Work task =>
Transcribe only the lines of the listing below from the one holding "repository 5245c1bab56399d0" through the one holding "import * as sealedUpdateTrigger", inclusive, without any change.

Available records =>

● ● ● ● ●

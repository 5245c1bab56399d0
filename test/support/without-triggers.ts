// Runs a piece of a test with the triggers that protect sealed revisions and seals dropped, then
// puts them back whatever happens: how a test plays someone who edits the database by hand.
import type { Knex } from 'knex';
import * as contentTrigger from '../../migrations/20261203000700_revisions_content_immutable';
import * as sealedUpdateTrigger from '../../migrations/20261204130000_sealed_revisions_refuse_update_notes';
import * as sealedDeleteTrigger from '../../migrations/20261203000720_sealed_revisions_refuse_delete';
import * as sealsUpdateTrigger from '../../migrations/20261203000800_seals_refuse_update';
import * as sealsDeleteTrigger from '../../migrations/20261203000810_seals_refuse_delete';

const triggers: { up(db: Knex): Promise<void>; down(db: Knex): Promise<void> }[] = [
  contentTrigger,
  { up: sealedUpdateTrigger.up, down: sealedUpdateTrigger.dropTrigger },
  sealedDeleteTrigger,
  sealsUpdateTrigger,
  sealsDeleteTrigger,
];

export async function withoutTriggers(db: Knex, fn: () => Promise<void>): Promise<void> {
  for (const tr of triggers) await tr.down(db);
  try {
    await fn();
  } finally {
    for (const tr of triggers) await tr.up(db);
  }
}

● ● ● ● ●

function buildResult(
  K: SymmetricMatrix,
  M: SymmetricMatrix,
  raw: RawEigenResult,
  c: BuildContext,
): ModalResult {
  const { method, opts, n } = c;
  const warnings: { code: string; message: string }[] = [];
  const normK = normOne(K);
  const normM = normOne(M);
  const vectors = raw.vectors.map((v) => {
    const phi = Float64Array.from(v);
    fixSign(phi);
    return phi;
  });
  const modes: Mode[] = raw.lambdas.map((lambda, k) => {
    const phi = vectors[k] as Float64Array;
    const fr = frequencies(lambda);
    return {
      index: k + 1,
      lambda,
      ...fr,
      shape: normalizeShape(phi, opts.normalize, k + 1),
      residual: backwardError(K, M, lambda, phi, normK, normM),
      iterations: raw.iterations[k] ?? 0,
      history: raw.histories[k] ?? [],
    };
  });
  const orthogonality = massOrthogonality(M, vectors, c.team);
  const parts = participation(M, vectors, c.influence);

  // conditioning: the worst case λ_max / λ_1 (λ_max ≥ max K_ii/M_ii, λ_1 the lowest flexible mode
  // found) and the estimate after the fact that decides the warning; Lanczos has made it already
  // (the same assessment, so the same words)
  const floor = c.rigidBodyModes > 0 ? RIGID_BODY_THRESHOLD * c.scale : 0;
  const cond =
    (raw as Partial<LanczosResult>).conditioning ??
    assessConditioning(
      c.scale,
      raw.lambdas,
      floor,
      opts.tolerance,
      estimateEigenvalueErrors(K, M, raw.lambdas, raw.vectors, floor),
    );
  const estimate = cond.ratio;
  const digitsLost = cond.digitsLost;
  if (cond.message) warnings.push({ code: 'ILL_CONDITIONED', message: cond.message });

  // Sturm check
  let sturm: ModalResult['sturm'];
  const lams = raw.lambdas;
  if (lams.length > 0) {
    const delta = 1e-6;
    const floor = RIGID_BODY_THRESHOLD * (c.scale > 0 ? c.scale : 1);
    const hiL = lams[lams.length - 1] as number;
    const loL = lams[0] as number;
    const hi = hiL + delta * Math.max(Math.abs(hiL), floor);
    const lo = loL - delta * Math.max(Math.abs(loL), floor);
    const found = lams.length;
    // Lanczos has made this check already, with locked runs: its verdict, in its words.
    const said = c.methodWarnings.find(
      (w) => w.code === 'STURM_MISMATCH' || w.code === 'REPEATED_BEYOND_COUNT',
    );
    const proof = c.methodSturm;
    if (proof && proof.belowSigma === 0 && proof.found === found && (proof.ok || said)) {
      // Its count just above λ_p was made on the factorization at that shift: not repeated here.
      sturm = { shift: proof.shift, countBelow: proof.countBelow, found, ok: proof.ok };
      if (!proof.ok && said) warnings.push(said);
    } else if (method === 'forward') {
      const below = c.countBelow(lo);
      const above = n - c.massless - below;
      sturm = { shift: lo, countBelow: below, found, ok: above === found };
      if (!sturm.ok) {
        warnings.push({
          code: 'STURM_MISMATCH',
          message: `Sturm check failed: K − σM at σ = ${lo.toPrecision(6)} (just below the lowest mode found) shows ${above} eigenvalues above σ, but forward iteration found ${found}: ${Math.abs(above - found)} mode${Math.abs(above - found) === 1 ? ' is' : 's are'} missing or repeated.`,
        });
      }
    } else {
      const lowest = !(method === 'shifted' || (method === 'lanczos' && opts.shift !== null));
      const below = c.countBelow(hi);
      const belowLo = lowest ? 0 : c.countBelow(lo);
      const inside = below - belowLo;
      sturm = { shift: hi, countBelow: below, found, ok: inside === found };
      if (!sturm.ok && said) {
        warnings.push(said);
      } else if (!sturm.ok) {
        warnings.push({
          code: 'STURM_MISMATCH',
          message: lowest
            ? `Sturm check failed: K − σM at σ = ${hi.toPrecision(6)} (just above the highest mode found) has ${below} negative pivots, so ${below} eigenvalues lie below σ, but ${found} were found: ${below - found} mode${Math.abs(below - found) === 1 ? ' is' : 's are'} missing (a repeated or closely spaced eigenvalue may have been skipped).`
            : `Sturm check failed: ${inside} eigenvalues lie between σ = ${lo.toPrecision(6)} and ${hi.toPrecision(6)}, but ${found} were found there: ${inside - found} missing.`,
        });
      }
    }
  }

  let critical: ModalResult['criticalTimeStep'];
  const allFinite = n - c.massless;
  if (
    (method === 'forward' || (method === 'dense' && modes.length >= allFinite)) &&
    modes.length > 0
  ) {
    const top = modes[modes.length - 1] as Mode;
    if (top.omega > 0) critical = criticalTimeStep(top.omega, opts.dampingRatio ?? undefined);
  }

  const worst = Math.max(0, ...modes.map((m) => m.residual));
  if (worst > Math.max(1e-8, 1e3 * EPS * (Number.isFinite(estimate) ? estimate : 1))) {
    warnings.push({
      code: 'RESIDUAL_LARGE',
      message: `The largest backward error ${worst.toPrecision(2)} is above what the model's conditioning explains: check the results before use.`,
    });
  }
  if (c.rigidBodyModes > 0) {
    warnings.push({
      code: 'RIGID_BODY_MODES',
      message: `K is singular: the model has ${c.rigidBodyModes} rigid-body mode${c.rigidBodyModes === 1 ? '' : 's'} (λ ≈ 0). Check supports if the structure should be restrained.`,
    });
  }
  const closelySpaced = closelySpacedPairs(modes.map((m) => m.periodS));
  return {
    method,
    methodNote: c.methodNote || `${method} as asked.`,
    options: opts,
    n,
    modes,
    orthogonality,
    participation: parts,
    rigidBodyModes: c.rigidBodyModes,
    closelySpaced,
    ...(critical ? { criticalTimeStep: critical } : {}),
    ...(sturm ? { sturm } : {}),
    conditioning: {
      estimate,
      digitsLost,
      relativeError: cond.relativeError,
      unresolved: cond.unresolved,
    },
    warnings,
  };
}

● ● ● ● ●

Result for this task =>
repository 5245c1bab56399d0
filename test/support/without-triggers.ts
// Runs a piece of a test with the triggers that protect sealed revisions and seals dropped, then
// puts them back whatever happens: how a test plays someone who edits the database by hand.
import type { Knex } from 'knex';
import * as contentTrigger from '../../migrations/20261203000700_revisions_content_immutable';
import * as sealedUpdateTrigger from '../../migrations/20261204130000_sealed_revisions_refuse_update_notes';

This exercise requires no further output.